Supplied information
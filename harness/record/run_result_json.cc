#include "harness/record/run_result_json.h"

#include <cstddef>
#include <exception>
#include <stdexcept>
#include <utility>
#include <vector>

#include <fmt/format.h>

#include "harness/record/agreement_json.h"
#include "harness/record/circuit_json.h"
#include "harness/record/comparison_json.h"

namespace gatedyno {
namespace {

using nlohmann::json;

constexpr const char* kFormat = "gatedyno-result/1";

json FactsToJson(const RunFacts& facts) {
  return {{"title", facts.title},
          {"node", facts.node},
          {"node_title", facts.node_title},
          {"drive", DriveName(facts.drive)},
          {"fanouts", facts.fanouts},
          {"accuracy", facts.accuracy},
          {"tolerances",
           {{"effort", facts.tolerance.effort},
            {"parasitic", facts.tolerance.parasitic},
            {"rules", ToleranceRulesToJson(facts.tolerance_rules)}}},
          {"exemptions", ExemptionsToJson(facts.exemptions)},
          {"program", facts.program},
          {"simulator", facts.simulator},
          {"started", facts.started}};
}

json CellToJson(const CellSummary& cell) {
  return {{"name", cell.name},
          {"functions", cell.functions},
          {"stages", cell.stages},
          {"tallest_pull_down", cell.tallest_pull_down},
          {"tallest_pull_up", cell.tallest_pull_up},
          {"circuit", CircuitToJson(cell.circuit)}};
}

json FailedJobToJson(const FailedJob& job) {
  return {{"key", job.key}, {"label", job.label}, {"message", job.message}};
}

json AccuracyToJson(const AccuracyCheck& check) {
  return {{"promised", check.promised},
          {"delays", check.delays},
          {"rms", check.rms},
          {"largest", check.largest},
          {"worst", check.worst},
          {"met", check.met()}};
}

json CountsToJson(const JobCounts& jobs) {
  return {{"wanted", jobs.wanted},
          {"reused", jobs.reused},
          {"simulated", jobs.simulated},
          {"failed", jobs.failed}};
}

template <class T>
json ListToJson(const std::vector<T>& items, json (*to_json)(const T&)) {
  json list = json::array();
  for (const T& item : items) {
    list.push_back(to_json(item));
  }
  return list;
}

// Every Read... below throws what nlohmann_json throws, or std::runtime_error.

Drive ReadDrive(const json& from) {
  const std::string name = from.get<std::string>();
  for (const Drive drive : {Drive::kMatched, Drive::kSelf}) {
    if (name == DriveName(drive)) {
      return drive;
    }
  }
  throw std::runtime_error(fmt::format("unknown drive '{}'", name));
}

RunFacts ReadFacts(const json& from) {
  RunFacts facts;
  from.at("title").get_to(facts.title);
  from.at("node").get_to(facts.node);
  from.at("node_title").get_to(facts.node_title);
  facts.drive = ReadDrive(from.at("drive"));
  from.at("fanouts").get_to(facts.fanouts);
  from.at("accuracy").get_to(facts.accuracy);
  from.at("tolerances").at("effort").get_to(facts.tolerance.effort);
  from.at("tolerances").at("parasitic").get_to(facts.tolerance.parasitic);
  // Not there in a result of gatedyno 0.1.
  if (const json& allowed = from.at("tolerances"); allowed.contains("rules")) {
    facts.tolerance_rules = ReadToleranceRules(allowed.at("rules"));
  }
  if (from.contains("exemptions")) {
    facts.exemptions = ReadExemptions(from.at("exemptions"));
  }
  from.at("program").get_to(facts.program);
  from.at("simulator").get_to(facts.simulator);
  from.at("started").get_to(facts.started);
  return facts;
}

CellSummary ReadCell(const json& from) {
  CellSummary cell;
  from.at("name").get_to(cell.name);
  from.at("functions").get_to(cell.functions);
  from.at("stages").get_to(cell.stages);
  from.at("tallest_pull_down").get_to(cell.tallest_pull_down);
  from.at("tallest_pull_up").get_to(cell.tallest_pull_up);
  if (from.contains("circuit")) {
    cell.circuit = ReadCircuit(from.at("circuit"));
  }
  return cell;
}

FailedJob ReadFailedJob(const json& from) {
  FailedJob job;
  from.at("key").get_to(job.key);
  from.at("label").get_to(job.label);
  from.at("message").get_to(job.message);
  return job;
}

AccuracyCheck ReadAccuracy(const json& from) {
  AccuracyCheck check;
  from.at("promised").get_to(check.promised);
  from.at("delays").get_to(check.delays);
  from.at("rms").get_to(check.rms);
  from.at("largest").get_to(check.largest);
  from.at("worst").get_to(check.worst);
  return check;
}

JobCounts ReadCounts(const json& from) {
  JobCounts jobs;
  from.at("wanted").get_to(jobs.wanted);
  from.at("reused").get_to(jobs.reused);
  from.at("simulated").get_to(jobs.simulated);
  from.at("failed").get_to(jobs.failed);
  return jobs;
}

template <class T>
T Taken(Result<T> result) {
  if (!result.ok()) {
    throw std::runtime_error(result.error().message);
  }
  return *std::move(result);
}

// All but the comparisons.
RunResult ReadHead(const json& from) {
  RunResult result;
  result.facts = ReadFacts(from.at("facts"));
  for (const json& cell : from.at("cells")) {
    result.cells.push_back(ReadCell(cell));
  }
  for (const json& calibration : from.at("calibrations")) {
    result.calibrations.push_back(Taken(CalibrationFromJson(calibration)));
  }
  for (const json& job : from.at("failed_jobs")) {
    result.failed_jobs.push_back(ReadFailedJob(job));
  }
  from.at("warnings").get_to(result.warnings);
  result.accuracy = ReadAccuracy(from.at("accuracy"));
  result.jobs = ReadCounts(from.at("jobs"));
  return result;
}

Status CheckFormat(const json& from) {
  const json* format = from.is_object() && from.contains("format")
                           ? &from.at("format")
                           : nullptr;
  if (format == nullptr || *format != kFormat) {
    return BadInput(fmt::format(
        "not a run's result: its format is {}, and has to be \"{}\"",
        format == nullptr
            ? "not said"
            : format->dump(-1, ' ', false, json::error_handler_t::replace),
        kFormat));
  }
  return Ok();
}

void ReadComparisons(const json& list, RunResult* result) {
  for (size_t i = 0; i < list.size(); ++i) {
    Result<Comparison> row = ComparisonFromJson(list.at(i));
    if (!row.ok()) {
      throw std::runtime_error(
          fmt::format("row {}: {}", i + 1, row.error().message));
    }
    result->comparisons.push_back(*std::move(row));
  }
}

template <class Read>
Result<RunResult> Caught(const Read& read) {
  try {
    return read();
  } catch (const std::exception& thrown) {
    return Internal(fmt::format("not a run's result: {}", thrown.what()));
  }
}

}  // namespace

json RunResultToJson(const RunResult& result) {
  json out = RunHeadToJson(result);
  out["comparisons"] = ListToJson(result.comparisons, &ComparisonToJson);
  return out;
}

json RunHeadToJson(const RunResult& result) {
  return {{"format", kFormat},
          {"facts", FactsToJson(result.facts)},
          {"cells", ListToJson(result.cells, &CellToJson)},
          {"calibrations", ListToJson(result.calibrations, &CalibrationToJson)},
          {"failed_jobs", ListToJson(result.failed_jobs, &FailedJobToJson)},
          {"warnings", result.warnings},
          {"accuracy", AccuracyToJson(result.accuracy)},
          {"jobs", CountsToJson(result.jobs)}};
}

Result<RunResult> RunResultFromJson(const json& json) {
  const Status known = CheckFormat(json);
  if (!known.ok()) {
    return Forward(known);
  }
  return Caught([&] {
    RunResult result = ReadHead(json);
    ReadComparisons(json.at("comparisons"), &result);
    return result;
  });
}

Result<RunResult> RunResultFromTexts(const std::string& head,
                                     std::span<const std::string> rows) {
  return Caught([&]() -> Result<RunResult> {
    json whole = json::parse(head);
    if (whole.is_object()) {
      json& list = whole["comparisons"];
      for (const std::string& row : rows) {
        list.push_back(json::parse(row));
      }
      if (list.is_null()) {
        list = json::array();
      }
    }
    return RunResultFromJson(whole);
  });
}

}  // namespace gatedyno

==

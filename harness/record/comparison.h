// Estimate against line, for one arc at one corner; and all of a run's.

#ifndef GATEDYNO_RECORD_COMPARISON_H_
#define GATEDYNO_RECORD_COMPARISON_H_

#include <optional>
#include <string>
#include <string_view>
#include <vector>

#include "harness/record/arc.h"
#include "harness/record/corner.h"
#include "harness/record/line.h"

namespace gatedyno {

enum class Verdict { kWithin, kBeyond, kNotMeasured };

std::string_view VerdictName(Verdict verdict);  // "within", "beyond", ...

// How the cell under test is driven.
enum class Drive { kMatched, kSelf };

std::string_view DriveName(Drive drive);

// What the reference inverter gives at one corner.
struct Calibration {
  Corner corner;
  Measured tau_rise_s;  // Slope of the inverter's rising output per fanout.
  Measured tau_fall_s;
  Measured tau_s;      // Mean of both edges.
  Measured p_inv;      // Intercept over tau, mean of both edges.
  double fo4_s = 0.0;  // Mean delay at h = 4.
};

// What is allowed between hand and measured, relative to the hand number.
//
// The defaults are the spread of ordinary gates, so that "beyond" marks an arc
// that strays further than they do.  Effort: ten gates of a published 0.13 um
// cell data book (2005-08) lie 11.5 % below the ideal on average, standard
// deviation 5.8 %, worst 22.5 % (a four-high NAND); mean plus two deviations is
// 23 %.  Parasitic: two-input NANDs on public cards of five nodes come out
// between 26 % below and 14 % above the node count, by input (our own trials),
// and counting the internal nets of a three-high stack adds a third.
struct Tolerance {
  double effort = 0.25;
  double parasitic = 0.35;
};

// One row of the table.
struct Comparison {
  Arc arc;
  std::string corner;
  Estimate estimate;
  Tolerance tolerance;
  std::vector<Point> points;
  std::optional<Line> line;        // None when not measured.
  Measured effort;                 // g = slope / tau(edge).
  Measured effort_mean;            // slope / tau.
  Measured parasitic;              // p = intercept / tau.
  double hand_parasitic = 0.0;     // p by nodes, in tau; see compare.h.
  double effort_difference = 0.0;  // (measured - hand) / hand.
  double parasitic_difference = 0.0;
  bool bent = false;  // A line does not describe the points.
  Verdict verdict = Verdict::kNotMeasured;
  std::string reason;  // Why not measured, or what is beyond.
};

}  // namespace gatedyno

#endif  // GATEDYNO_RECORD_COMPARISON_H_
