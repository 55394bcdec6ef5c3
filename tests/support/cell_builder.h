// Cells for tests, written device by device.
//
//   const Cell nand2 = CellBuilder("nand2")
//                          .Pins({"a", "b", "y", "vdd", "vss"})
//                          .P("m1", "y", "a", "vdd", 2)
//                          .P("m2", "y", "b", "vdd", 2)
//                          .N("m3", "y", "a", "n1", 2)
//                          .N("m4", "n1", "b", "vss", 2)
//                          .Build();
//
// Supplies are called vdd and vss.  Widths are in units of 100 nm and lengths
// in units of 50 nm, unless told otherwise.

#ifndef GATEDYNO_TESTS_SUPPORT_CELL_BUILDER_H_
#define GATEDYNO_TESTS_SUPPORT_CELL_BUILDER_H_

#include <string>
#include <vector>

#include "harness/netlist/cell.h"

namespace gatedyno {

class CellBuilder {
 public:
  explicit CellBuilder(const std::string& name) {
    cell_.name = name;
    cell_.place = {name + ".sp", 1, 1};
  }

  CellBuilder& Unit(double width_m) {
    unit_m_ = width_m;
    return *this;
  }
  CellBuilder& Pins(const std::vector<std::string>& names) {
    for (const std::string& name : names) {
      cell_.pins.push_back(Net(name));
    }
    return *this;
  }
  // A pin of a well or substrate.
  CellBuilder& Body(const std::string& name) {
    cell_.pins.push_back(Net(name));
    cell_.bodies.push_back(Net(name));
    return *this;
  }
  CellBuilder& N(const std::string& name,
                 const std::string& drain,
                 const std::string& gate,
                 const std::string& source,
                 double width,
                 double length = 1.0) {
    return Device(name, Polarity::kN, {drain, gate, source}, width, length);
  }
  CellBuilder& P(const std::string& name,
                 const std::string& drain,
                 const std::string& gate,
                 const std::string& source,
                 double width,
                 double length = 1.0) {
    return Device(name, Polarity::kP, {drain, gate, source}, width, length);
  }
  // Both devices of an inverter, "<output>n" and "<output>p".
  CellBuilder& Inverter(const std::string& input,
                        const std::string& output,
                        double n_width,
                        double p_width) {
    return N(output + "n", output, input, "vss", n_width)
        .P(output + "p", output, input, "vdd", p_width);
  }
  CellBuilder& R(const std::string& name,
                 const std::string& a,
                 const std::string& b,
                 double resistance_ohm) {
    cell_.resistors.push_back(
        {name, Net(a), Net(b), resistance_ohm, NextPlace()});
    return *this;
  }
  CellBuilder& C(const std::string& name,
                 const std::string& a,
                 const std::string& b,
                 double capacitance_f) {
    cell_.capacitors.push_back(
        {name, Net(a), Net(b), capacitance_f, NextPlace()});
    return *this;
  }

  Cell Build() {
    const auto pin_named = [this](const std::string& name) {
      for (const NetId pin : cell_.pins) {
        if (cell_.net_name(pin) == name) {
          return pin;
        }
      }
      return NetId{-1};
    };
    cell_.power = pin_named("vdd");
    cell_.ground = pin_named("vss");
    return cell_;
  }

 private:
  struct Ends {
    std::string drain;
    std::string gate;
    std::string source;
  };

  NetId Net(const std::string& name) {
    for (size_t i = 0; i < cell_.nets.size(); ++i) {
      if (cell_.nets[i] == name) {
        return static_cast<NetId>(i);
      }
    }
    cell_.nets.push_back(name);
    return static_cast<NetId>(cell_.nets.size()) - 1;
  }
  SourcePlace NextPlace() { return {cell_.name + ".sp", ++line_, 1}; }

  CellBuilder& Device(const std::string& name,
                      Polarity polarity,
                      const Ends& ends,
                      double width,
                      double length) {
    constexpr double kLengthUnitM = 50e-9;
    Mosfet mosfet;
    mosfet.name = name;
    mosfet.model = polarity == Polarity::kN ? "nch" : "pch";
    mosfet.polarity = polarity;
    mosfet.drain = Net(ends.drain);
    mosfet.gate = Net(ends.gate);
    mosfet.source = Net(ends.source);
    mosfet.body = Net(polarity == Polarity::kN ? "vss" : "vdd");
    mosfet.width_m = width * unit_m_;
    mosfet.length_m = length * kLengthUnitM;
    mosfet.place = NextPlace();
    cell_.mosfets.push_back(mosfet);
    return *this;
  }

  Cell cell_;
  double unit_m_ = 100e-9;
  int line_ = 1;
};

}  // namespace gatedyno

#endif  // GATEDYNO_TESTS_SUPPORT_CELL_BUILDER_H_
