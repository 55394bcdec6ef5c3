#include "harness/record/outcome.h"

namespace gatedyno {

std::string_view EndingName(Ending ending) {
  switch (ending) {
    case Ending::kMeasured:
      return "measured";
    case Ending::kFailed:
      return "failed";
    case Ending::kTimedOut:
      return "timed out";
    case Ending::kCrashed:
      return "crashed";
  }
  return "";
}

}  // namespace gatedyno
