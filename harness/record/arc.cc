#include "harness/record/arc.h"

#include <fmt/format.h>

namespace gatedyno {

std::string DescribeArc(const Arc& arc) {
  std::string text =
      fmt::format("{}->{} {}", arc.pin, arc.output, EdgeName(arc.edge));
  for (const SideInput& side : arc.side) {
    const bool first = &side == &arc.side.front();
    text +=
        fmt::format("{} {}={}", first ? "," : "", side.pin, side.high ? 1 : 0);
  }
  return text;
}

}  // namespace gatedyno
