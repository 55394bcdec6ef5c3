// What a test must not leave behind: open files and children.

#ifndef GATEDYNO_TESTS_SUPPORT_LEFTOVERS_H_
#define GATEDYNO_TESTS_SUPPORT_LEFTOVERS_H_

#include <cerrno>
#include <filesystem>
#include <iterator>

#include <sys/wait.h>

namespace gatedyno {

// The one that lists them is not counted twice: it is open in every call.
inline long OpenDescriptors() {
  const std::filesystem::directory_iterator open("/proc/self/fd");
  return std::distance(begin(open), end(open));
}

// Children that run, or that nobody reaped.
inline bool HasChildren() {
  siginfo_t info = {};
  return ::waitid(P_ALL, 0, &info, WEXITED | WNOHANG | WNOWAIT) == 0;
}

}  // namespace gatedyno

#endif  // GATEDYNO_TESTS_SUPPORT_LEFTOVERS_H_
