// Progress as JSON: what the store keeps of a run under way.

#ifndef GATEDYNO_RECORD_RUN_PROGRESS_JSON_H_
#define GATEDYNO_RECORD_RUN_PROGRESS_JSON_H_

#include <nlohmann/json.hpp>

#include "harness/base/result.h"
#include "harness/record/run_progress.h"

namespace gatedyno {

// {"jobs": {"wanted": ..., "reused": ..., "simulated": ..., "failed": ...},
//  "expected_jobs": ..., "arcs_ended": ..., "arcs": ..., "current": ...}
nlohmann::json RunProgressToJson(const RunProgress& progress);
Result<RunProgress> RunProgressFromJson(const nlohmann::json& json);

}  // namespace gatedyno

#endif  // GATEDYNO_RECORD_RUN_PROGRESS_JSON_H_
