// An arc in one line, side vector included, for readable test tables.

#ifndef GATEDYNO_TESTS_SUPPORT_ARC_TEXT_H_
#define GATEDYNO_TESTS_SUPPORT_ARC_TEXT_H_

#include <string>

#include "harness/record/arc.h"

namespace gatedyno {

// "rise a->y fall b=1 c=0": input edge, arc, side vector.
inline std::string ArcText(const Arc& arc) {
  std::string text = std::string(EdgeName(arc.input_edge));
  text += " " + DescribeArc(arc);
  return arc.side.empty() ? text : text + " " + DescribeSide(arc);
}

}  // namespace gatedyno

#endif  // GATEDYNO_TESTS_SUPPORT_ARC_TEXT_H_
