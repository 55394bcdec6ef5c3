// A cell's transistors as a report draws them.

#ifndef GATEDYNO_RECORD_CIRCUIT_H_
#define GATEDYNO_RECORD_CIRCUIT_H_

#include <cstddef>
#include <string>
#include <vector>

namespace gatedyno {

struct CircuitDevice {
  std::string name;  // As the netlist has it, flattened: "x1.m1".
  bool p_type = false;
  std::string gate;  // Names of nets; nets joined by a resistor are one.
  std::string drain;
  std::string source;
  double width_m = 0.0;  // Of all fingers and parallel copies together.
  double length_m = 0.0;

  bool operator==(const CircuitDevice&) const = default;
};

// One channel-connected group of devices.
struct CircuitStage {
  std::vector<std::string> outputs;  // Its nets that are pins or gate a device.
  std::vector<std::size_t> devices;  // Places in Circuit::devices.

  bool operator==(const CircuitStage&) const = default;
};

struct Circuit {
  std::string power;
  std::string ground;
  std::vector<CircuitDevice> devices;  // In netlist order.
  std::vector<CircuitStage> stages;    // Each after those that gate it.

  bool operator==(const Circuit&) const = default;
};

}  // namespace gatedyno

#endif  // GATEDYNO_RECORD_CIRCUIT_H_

---

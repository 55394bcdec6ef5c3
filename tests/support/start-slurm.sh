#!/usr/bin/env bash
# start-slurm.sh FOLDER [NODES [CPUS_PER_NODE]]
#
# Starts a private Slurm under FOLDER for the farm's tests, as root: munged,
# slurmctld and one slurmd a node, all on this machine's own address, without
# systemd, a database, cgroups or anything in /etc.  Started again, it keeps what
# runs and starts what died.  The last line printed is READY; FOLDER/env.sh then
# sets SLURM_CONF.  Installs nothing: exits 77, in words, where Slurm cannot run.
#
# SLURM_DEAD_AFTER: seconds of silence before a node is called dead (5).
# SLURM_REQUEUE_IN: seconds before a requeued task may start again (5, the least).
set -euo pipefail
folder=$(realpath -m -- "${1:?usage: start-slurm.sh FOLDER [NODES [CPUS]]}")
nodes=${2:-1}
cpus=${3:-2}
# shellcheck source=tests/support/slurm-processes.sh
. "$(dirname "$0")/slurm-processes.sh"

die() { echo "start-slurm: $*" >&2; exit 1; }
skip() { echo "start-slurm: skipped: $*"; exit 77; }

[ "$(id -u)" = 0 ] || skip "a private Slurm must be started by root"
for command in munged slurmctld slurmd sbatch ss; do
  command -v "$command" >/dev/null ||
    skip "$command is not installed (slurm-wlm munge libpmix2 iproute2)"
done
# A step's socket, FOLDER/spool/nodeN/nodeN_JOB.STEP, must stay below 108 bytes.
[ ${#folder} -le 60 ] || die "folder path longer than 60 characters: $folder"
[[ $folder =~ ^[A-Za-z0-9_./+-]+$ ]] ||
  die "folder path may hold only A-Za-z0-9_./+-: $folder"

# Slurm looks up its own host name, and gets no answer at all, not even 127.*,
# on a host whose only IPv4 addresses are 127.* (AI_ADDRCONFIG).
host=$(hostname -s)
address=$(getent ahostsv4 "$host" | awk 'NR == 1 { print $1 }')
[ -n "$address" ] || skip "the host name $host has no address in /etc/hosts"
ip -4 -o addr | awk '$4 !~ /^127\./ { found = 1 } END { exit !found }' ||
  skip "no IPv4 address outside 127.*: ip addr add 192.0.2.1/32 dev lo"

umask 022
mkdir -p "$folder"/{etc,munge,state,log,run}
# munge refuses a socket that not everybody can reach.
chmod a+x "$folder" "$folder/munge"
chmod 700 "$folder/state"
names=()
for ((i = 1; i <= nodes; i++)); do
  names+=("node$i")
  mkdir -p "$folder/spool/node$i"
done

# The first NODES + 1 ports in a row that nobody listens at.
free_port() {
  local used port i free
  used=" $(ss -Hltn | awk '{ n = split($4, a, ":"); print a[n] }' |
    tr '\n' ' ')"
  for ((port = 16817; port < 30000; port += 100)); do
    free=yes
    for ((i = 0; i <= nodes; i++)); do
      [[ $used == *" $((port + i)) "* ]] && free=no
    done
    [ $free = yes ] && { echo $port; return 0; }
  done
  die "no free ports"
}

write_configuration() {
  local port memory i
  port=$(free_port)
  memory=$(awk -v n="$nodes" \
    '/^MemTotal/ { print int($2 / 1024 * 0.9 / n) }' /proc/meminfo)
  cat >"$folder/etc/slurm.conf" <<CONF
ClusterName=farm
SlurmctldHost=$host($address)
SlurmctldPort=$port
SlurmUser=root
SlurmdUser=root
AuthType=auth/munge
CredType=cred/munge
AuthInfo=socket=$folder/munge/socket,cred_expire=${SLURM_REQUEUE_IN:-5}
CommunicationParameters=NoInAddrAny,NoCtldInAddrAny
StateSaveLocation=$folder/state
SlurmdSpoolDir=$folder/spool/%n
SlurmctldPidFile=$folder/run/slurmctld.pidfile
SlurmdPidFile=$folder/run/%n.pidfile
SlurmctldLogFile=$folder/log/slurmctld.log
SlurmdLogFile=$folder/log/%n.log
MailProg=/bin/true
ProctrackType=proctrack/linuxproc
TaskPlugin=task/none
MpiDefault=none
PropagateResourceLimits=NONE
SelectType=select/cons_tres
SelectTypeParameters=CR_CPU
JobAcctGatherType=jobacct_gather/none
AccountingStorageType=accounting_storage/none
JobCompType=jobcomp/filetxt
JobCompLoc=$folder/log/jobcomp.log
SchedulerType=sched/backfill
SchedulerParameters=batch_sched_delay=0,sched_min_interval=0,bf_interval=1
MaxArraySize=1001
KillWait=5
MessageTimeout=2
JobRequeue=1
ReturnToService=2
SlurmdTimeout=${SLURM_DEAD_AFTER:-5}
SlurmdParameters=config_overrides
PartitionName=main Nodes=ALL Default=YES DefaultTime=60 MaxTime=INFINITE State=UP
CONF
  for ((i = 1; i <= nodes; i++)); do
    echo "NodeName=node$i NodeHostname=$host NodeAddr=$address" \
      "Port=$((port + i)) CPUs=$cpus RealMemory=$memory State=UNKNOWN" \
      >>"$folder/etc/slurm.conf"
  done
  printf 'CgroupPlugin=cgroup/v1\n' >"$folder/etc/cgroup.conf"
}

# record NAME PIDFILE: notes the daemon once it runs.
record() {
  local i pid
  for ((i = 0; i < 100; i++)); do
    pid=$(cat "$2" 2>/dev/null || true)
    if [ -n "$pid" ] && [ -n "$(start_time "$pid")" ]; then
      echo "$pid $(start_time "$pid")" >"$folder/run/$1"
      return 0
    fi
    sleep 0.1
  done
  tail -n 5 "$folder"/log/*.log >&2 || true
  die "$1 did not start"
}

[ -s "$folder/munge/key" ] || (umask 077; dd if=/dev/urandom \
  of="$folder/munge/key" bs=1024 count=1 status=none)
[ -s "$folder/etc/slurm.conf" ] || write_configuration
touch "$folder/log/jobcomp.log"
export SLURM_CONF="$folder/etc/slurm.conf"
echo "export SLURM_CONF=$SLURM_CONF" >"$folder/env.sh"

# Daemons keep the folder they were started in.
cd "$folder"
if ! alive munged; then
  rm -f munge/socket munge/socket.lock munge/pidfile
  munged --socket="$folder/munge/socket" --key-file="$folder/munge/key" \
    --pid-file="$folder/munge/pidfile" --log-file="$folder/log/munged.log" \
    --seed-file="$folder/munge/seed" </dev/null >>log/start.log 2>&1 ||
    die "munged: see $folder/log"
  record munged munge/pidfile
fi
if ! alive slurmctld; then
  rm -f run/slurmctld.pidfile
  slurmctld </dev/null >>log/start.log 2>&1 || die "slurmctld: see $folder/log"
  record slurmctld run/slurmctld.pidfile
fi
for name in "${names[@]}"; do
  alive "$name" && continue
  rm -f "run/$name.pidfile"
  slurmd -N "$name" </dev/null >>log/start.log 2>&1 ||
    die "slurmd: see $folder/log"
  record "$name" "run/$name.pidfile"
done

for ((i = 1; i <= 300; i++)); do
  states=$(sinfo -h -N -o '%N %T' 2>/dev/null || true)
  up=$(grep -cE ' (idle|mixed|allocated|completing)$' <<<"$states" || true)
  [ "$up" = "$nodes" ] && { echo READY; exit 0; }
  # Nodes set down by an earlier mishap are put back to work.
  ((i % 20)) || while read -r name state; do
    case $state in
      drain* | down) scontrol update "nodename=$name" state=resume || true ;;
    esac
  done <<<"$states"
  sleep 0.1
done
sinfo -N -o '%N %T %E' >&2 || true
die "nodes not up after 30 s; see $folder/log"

Problem to solve
Word for word, restate the lines of the listing above starting at the line with "double parasitic = 0.35;" and ending at the line with "slope / tau(edge).", and nothing outside them.

Reply
  double parasitic = 0.35;
};

// One row of the table.
struct Comparison {
  Arc arc;
  std::string corner;
  Estimate estimate;
  Tolerance tolerance;
  std::vector<Point> points;
  std::optional<Line> line;        // None when not measured.
  Measured effort;                 // g = slope / tau(edge).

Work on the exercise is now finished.